Thank you so very much for your email and the detailed explanation. Indeed your reasoning makes perfect sense and reflects the findings I have been obtaining. I have run some further analyses and compared the data and it all seems to fall into place. Alexis paper is also most interesting concerning the outgroup support.

I truly belief we should spend more time understand why we have no unambiguous support for a branch rather than trying to add more gene regions/delete taxa to get a fully resolved tree (well, there may be questions the latter is really needed for). With the fast bootstrapping implementation in RAxML, one can easily tear apart a multigene dataset to look where the signal comes from; and post-analysis processing (comparison) is speedy too these days with the functions implemented in Phangorn or other packages/programmes.
It can be fun, too (like dissambling the old fashioned alarm clock when you were a kid to see where the noise comes from) and there is a small, but increasing amount of reviewers appreciating to see a bit more than just two trees in a phylogenetic study.

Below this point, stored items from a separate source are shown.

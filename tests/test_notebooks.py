"""The worked-example notebooks run: every code cell is executed in order.

Reference: the notebooks use only the public API, so this catches API drift
(common practice, no source).
"""

import json
from pathlib import Path

import pytest

NOTEBOOKS = sorted((Path(__file__).resolve().parents[1] / "notebooks").glob("*.ipynb"))


# the spectrum layer's notes (optically thick top, clamped temperatures) are warnings
@pytest.mark.filterwarnings("ignore::snrkit.errors.SnrkitWarning")
@pytest.mark.parametrize("path", NOTEBOOKS, ids=[p.name for p in NOTEBOOKS])
def test_notebook_code_cells_run(path, tmp_path, monkeypatch):
    monkeypatch.chdir(tmp_path)
    monkeypatch.setenv("MPLBACKEND", "Agg")
    nb = json.loads(path.read_text())
    namespace = {"__name__": "__notebook__"}
    ran = 0
    for cell in nb["cells"]:
        if cell["cell_type"] == "code":
            exec(compile("".join(cell["source"]), f"{path.name}", "exec"), namespace)
            ran += 1
    assert ran > 0
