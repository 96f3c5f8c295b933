"""Yields on a real dask LocalCluster (2 worker processes) against the in-process engine.

One cluster serves every test of this module (module-scoped fixture, closed
at the end).  The population is the seeded generator's (about 10^4
transiting planets from 45 blocks of 4096 invented stars) for the equality
test, and its first 8 blocks (about 1800 planets) for the killed worker and
the resumed run; one design and one scenario at R = 10 keep the engine's
share of the test budget small.
"""

import logging
import os
import signal
import socket

import pytest

from snrkit.errors import InputError
from snrkit.planning.yields import population_yields

MODE = "cold6m-prism-lowres"
SETTINGS = dict(generate=45 * 4096, seed=11, mode=MODE, scenarios=["h2-metal-rich"],
                design_texts=["name=9m,aperture_m=9,hours=200"], resolution=10)
SMALL = {**SETTINGS, "generate": 8 * 4096}

pytestmark = pytest.mark.slow


@pytest.fixture(scope="module")
def cluster():
    import dask
    from distributed import LocalCluster
    from snrkit.planning.yields.cluster import WORKER_CONFIG
    with dask.config.set(WORKER_CONFIG):
        c = LocalCluster(n_workers=2, threads_per_worker=1, processes=True, memory_limit="3GB",
                         dashboard_address=":0", silence_logs=logging.CRITICAL,
                         env={"SNRKIT_THREADS": "1"})
    yield c
    c.close()


@pytest.fixture(scope="module")
def reference(tmp_path_factory):
    """The in-process engine's yields, in chunks of 8 blocks."""
    res = population_yields(**SETTINGS, scheduler="in-process", chunk_blocks=8,
                            out_dir=tmp_path_factory.mktemp("in_process"))
    assert 9000 < res["planets"] < 11000               # about 10^4 planets
    return res["dataset"]


@pytest.fixture(scope="module")
def small_reference():
    """The in-process yields of the first 8 blocks, in one chunk."""
    return population_yields(**SMALL, scheduler="in-process", chunk_blocks=8)["dataset"]


def _same(a, b):
    assert a["planet_class"].values.tolist() == b["planet_class"].values.tolist()
    assert (a["planets"].values == b["planets"].values).all()
    assert (a["reached"].values == b["reached"].values).all()
    assert (a["status_count"].values == b["status_count"].values).all()


def test_cluster_yield_equals_the_in_process_engine(cluster, reference, tmp_path):
    """Chunks of 3 blocks on 2 workers against chunks of 8 in process: identical counts."""
    notes = []
    res = population_yields(**SETTINGS, scheduler=cluster.scheduler_address, chunk_blocks=3,
                            out_dir=tmp_path / "run", notify=notes.append)
    _same(res["dataset"], reference)
    assert res["computed"] == res["chunks"] == 15
    assert notes and notes[0].startswith("dask dashboard: http")
    assert 0 < int(reference["reached"].sum()) < int(reference["planets"].sum())


def test_workers_keep_no_profile_history(cluster):
    # dask's statistical profiler keeps a call tree per second for an hour; with the engine's
    # deep stacks it grew a worker by ~0.25 MB/s, tying memory to run length (WORKER_CONFIG
    # turns it off; the cluster fixture starts its workers with that configuration)
    from distributed import Client
    with Client(cluster.scheduler_address) as client:
        _assert_no_profiler(client)


def _assert_no_profiler(client):
    """The workers' config says no profiler, and none of its periodic callbacks runs."""
    enabled = client.run(lambda: __import__("dask").config.get("distributed.worker.profile.enabled"))
    callbacks = client.run(lambda dask_worker: sorted(k for k in dask_worker.periodic_callbacks
                                                      if "profile" in k))
    assert set(enabled.values()) == {False}
    assert all(v == [] for v in callbacks.values()), callbacks


def test_the_local_cluster_snrkit_starts_has_no_profiler():
    # the product's own path (connect), not the fixture's copy of it
    from snrkit.planning.yields.cluster import connect
    client, cluster = connect("local", workers=1)
    try:
        _assert_no_profiler(client)
    finally:
        client.close()
        cluster.close()


def test_a_killed_worker_loses_no_chunk(cluster, small_reference, tmp_path):
    """SIGKILL a worker as soon as it holds chunks of the run: dask reruns them elsewhere."""
    import threading
    import time
    from distributed import Client
    killed = []
    with Client(cluster.scheduler_address) as client:
        pids = client.run(os.getpid)

        def watch():                       # bounded: 30 s at most, then gives up (test fails)
            for _ in range(3000):
                busy = {a: [k for k in keys if str(k).startswith("snrkit-yields")]
                        for a, keys in client.processing().items()}
                busy = {a: k for a, k in busy.items() if k}
                if busy:
                    address = sorted(busy)[0]
                    os.kill(pids[address], signal.SIGKILL)
                    killed.append((address, busy[address]))
                    return
                time.sleep(0.01)

        watcher = threading.Thread(target=watch)
        watcher.start()
        res = population_yields(**SMALL, scheduler=cluster.scheduler_address, chunk_blocks=1,
                                out_dir=tmp_path / "run")
        watcher.join()
    assert killed and killed[0][1]             # the killed worker held chunks of the run
    assert res["computed"] == res["chunks"] == 8
    _same(res["dataset"], small_reference)


def test_an_interrupted_run_resumes_from_its_stored_chunks(cluster, small_reference, tmp_path):
    class Stop(Exception):
        pass

    def stop_after_three(done, total):
        if done == 3:
            raise Stop

    with pytest.raises(Stop):
        population_yields(**SMALL, scheduler=cluster.scheduler_address, chunk_blocks=1,
                          out_dir=tmp_path / "run", progress=stop_after_three)
    stored = list((tmp_path / "run" / "planets").glob("chunk-*.parquet"))
    assert len(stored) == 3
    res = population_yields(**SMALL, scheduler=cluster.scheduler_address, chunk_blocks=1,
                            out_dir=tmp_path / "run")
    assert res["computed"] == res["chunks"] - 3 == 5
    _same(res["dataset"], small_reference)


def test_more_memory_per_chunk_than_a_worker_has_is_refused(cluster, capsys, tmp_path):
    from snrkit.cli import main
    rc = main(["yields", "--generate", "4096", "--mode", MODE, "--scheduler",
               cluster.scheduler_address, "--chunk-memory", "4 GB", "--out", str(tmp_path / "r")])
    err = capsys.readouterr().err
    assert rc == 2 and err.count("\n") == 1
    assert "--chunk-memory" in err and "3 GB" in err


def test_an_unreachable_scheduler_exits_2_naming_the_address(capsys, tmp_path):
    with socket.socket() as s:                  # a free loopback port nobody listens on
        s.bind(("127.0.0.1", 0))
        port = s.getsockname()[1]
    from snrkit.cli import main
    address = f"tcp://127.0.0.1:{port}"
    rc = main(["yields", "--generate", "4096", "--mode", MODE, "--scheduler", address,
               "--connect-timeout", "1", "--out", str(tmp_path / "r")])
    err = capsys.readouterr().err
    assert rc == 2 and err.count("\n") == 1 and address in err
    with pytest.raises(InputError, match="running dask scheduler"):
        population_yields(generate=4096, mode=MODE, scheduler=address, connect_timeout=1)


def test_bad_input_inside_a_worker_reaches_the_caller_as_input_error(cluster):
    """A row's unknown scenario raised in a worker arrives as the same one-line error."""
    from snrkit.planning.population import generate_block
    pop = generate_block(3, 0)[:5]
    pop["scenario"] = ["no-such-scenario"] * 5      # read by the worker, chunk by chunk
    with pytest.raises(InputError, match="scenario: got 'no-such-scenario'; allowed: a preset"):
        population_yields(pop, mode=MODE, resolution=10, scheduler=cluster.scheduler_address)


def test_a_file_population_streamed_to_the_cluster_equals_the_whole_table(cluster, tmp_path):
    """A CSV file sent in chunks of 37 rows (read and screened here, two in flight per
    worker) gives the yields of its whole table run in process in one chunk."""
    from snrkit.planning.population import generate_block, read_population
    path = tmp_path / "pop.csv"
    generate_block(11, 0).write(path, format="ascii.csv")
    kw = {k: v for k, v in SETTINGS.items() if k not in ("generate", "seed")}
    res = population_yields(path, **kw, scheduler=cluster.scheduler_address, chunk_planets=37)
    ref = population_yields(read_population(path), **kw, scheduler="in-process",
                            chunk_planets=10**6)
    assert res["chunks"] > 2 and ref["chunks"] == 1
    _same(res["dataset"], ref["dataset"])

My guess is that most PP vs BS conflicts resolve when those values are compared directly/mapped on the same tree, rather than the current standard of comparing the Bayesian maj-rule with the best-known ML tree. But I can't remember when I last stepped over a x-y bipartition plot in a paper or supplement. Alexi may have some on stock (?)


Thanks again and I hope that others in this forum can benefit form such useful comments.